# Lucid Dreaming > Attaining Lucidity > Wake Initiated Lucid Dreams (WILD) >  >  Trouble Achieving WILD "from cold"

## GoliathTheWulf

Okay, so far I've done this twice; I put on an hour-long audio of pure theta binaural beats at just the right volume where it sinks into the background of my mind (as in, I end up forgetting I'm even listening to it unless I specifically focus on it) and lay as still as possible for that hour, supine. Swallowing occurs every once and a while (maybe that's the problem?). Eyes are relaxed. Body is very relax with the exception of the common involuntary muscle twitch. Sometimes I'd move a part of my body (foot/hand) without even intentionally doing it (possibly because I was having HH and started feeling a semi-dream forming and moved within it, I'm not sure) and then instantly afterwards realized I moved. I thought to myself "Wait, why did I just move?" Anyway, I listened to the entire meditation and even kept meditating after the audio was over; I STILL couldn't attain SP. This is so frustrating. For some reason, no matter how long I stay still I cannot attain SP. I mean, I've heard of people attaining SP after just five or ten minutes. I'd feel extremely relaxed afterwards, though. My second time, I had a LOT of Hypnagogic Sensations/Images and short daydream-like dreams, but nothing like a true WILD. I am able to remain calm during the meditation throughout and even tried the whole focusing-on-the-spot-between-my-eyebrows thing. Any ideas? Please help!

----------


## LucidDreamGod

> I thought to myself "Wait, why did I just move?"

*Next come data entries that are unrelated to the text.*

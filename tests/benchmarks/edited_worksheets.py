"""Worksheets for timing edits: one loop of twenty coupled equations, and fifty such loops side by side."""

from __future__ import annotations

from measure import LOOP

from eqsheet.app.editor.actions import Actions
from eqsheet.app.editor.keeping import Keeper
from eqsheet.app.editor.printer import Printer
from eqsheet.app.editor.prompter import PlainPrompter
from eqsheet.app.editor.words import understood
from eqsheet.diagnostics.source import Source
from eqsheet.diagnostics.terminal import PLAIN
from eqsheet.live.document import EditedWorksheet
from eqsheet.syntax.nodes import Reference
from eqsheet.syntax.parse import parse_document
from eqsheet.syntax.read import TextFile
from eqsheet.syntax.walk import walk


def loops(count: int) -> str:
    """`count` copies of the loop, each with names of its own: twenty equations each."""
    text = LOOP.read_text(encoding="utf-8")
    # Pipes of different length, so that no loop has the solution of another.
    return "\n".join(
        _renamed(text.replace("120 m ", f"{119 + i} m "), f"_{i:02}") for i in range(1, count + 1)
    )


def _renamed(text: str, ending: str) -> str:
    """The worksheet with `ending` after every name of a quantity."""
    document, found = parse_document(Source("loop", text))
    assert not found
    ends = [
        statement.line.offset + node.end
        for statement in document.statements
        for node in walk(statement.node)
        if isinstance(node, Reference) and node.name != "pi"
    ]
    for end in sorted(set(ends), reverse=True):
        text = text[:end] + ending + text[end:]
    return text


class Shown:
    """An edited worksheet whose every answer is written to memory, as the editor would write it to the screen."""

    def __init__(self, text: str) -> None:
        self.document = EditedWorksheet(TextFile("edited", text), "edited")
        assert self.document.solution.solved, self.document.solution.diagnostics
        self.said: list[str] = []
        printer = Printer(self.said.append, PLAIN, lambda: 100, lambda: 40)
        prompter = PlainPrompter(None, self.said.append, echo=False)  # type: ignore[arg-type]  # never asked
        self._actions = Actions(self.document, printer, prompter, Keeper(self.document, printer, prompter))

    def type(self, text: str) -> str:
        """Type a statement; what is said to it."""
        self.said.clear()
        self._actions.do(understood(text, ()))
        return "\n".join(self.said)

Things like this can ruin a WILD, never think about anything besides your anchor, never wait or expect anything. Your mind will never decide to go to sleep if it thinks there is a problem, or your expecting something to happen to you (ever try so hard to get to sleep, only to fail continuously?). Swallowing shouldn't be too much of a problem, again, it's all about not letting it bother you. Don't beat yourself up about it though, in doing so you'll just over think some more. Just passively let the idea fall apart, right into the wind like sand. If your speaking about a single session here, don't switch between focusing on the binaural beats and the spot between your eyebrows, always keep a steady anchor. If your WILDing right you'll notice that as time goes on you will feel more simple minded, you'll start to lose track of time. You'll probably start to think of random things too, but just bring your mind back to your anchor without giving it much thought.

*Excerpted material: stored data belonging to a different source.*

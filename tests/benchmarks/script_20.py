"""The twenty equations of loop_20.eqsheet as an engineer would write them by hand.

A residual function, scipy's root finder, and pint for the units. It is written with care: residuals divided
by typical magnitudes and a good guess for every unknown, so that the root finder has a fair chance.
"""

from __future__ import annotations

from math import exp, log, log10, pi, sqrt

import pint
from scipy.optimize import root

ureg = pint.UnitRegistry()
Q_ = ureg.Quantity


def si(value: float, unit: str) -> float:
    return float(Q_(value, unit).to_base_units().magnitude)


D = si(40, "mm")
L = si(120, "m")
eps = si(0.05, "mm")
K = 22
rho = si(1030, "kg/m^3")
cp = si(3.80, "kJ/(kg*K)")
k = si(0.45, "W/(m*K)")
mu_0 = si(2.6, "mPa*s")
T_0 = si(293.15, "K")
B = si(2300, "K")
p_0 = si(95, "kPa")
a_p = si(6.0e9, "Pa*s^2/m^6")
eta = 0.45
n = 12
d = si(10, "mm")
A_1 = si(3.2, "m^2")
A_2 = si(3.8, "m^2")
R_1 = si(0.18, "K/kW")
R_2 = si(0.15, "K/kW")
m_h = si(1.10, "kg/s")
T_h1 = si(78, "degC")
m_c = si(1.45, "kg/s")
T_c1 = si(12, "degC")
cp_w = si(4.19, "kJ/(kg*K)")

# name: guess, unit of the guess, unit to print
UNKNOWNS = {
    "V": (75, "L/min", "L/min"),
    "v": (1, "m/s", "m/s"),
    "m": (1.3, "kg/s", "kg/s"),
    "Re": (25000, "", ""),
    "f": (0.03, "", ""),
    "dp": (80, "kPa", "kPa"),
    "P": (200, "W", "W"),
    "T_m": (320, "K", "degC"),
    "mu": (1.5, "mPa*s", "mPa*s"),
    "Pr": (13, "", ""),
    "Re_t": (9000, "", ""),
    "Nu": (90, "", ""),
    "h": (4, "kW/(m^2*K)", "kW/(m^2*K)"),
    "UA_1": (4, "kW/K", "kW/K"),
    "UA_2": (5, "kW/K", "kW/K"),
    "Q": (110, "kW", "kW"),
    "T_1": (60, "degC", "degC"),
    "T_2": (35, "degC", "degC"),
    "T_h2": (50, "degC", "degC"),
    "T_c2": (30, "degC", "degC"),
}
GUESS = [si(value, unit) for value, unit, _ in UNKNOWNS.values()]


def logmean(a: float, b: float) -> float:
    if abs(a - b) < 1e-6 * abs(a):
        return (a + b) / 2
    return (a - b) / log(a / b)


def residuals(x: list[float]) -> list[float]:
    V, v, m, Re, f, dp, P, T_m, mu, Pr, Re_t, Nu, h, UA_1, UA_2, Q, T_1, T_2, T_h2, T_c2 = x
    return [
        (V - v * pi * D**2 / 4) / 1e-3,
        m - rho * V,
        (Re - rho * v * D / mu) / 1e4,
        1 / sqrt(f) + 2 * log10(eps / (3.7 * D) + 2.51 / (Re * sqrt(f))),
        (dp - (f * L / D + K) * rho * v**2 / 2) / 1e4,
        (dp - p_0 + a_p * V**2) / 1e4,
        (P - dp * V / eta) / 100,
        (T_m - (T_1 + T_2) / 2) / 10,
        (mu - mu_0 * exp(B * (1 / T_m - 1 / T_0))) / 1e-3,
        (Pr - cp * mu / k) / 10,
        (Re_t - 4 * m / (n * pi * d * mu)) / 1e4,
        (Nu - 0.023 * Re_t**0.8 * Pr**0.4) / 100,
        (h - Nu * k / d) / 1e3,
        (1 / UA_1 - 1 / (h * A_1) - R_1) / 1e-4,
        (1 / UA_2 - 1 / (h * A_2) - R_2) / 1e-4,
        (Q - m_h * cp_w * (T_h1 - T_h2)) / 1e5,
        (Q - UA_1 * logmean(T_h1 - T_1, T_h2 - T_2)) / 1e5,
        (Q - m * cp * (T_1 - T_2)) / 1e5,
        (Q - UA_2 * logmean(T_1 - T_c2, T_2 - T_c1)) / 1e5,
        (Q - m_c * cp_w * (T_c2 - T_c1)) / 1e5,
    ]


def find_root() -> dict[str, float]:
    """The unknowns in SI units."""
    solution = root(residuals, GUESS, method="hybr", tol=1e-12)
    if not solution.success:
        raise RuntimeError(solution.message)
    return dict(zip(UNKNOWNS, solution.x.tolist()))


def main() -> None:
    values = find_root()
    for name, (_, unit, shown) in UNKNOWNS.items():
        base = Q_(1, unit).to_base_units().units if unit != "degC" else ureg.kelvin
        print(f"{name:6} {Q_(values[name], base).to(shown):.6g~P}")


if __name__ == "__main__":
    main()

If all that doesn't work, you should begin WILDing sooner after you wake up, a WILD should either end in an LD or falling asleep unconscious. If neither one happens, you weren't falling asleep correctly. Your ability to hold your conscious to the anchor is what will decide the rest.

----------


## GoliathTheWulf

Ohhh, I thought you had to submerge yourself into the Hypnagogic sensations/images. Next time I'll do my best to focus on an Anchor. I have ADD so that's going to be hard, though... Anyway, thank you! I'll update how it goes.

----------


## faceonmars

You are obsessing with SP. Let it go.  It's over-rated. Try visualization with progressive muscle relaxation... or some other technique. SP is one of many, many techniques. For me SP only works with WBTB... but that's just me. Find out what works for you. ;:^)

----------


## GoliathTheWulf

> You are obsessing with SP. Let it go.  It's over-rated. Try visualization with progressive muscle relaxation... or some other technique. SP is one of many, many techniques. For me SP only works with WBTB... but that's just me. Find out what works for you. ;:^)



Haha, I'm kind of obsessed with SP.

----------


## gab

By 'from cold' do you mean without any prior sleep? If yes, that's nearly impossible, just because you start your sleep with nREM stage and the dreaming REM stage comes later. Happy dreams :smiley:

----------


## GoliathTheWulf

Yeah, I mean without any prior sleep. Haha, I figured... Thanks! I'm just going to continue meditating every now and then and maybe try to WILD from cold, but I'm going to focus on regular WILD, which I find SO fascinating.

----------


## angie746

Hi Goliath...I'm a natural lucid dreamer and had a really dry patch of late for some unknown reason so I decided to try a WILD from cold....I kept trying and trying for about 2 weeks and yes it's very hard and needs patience but I am now able to do it, so you see it is hard but some people, not all if they practice enough and get a technique that suits THEM then they may also be able to do it...basically don't give up trying before sleep because one night you may surprise yourself just like I have but at the same time try DILD and WBTB etc...give each one a few weeks and see how you go, if you want any help please IM me and I'll answer any questions you have....sweet dreams  :smiley: )

----------


## GoliathTheWulf

Hi, Angie. Thank you for the reply! You've inspired me to try this each night before bed. Maybe it will also serve as a meditation to help alleviate my anxiety as well. I'm very hesitant to try WBTB because of its disturbance of the sleeping pattern. I've gotten probably over a thousand DILD's in my life and I'm rather experienced in lucid dreams in general. I, too am I natural lucid dreamer, I guess, since I've been having the occasional lucid dream before I even knew what it was. My actual goal is to attain SP and then WILD from there- that's my WILD method: SP -> WILD. I get SP often naturally but lately I haven't gotten it as often so I want to induce it by means of the WILD relaxation technique. Knowing that you failed the first few weeks but eventually achieved it really encourages me! Thanks lots! I'll be sure to keep you up-to-date on how my attempts work out.

----------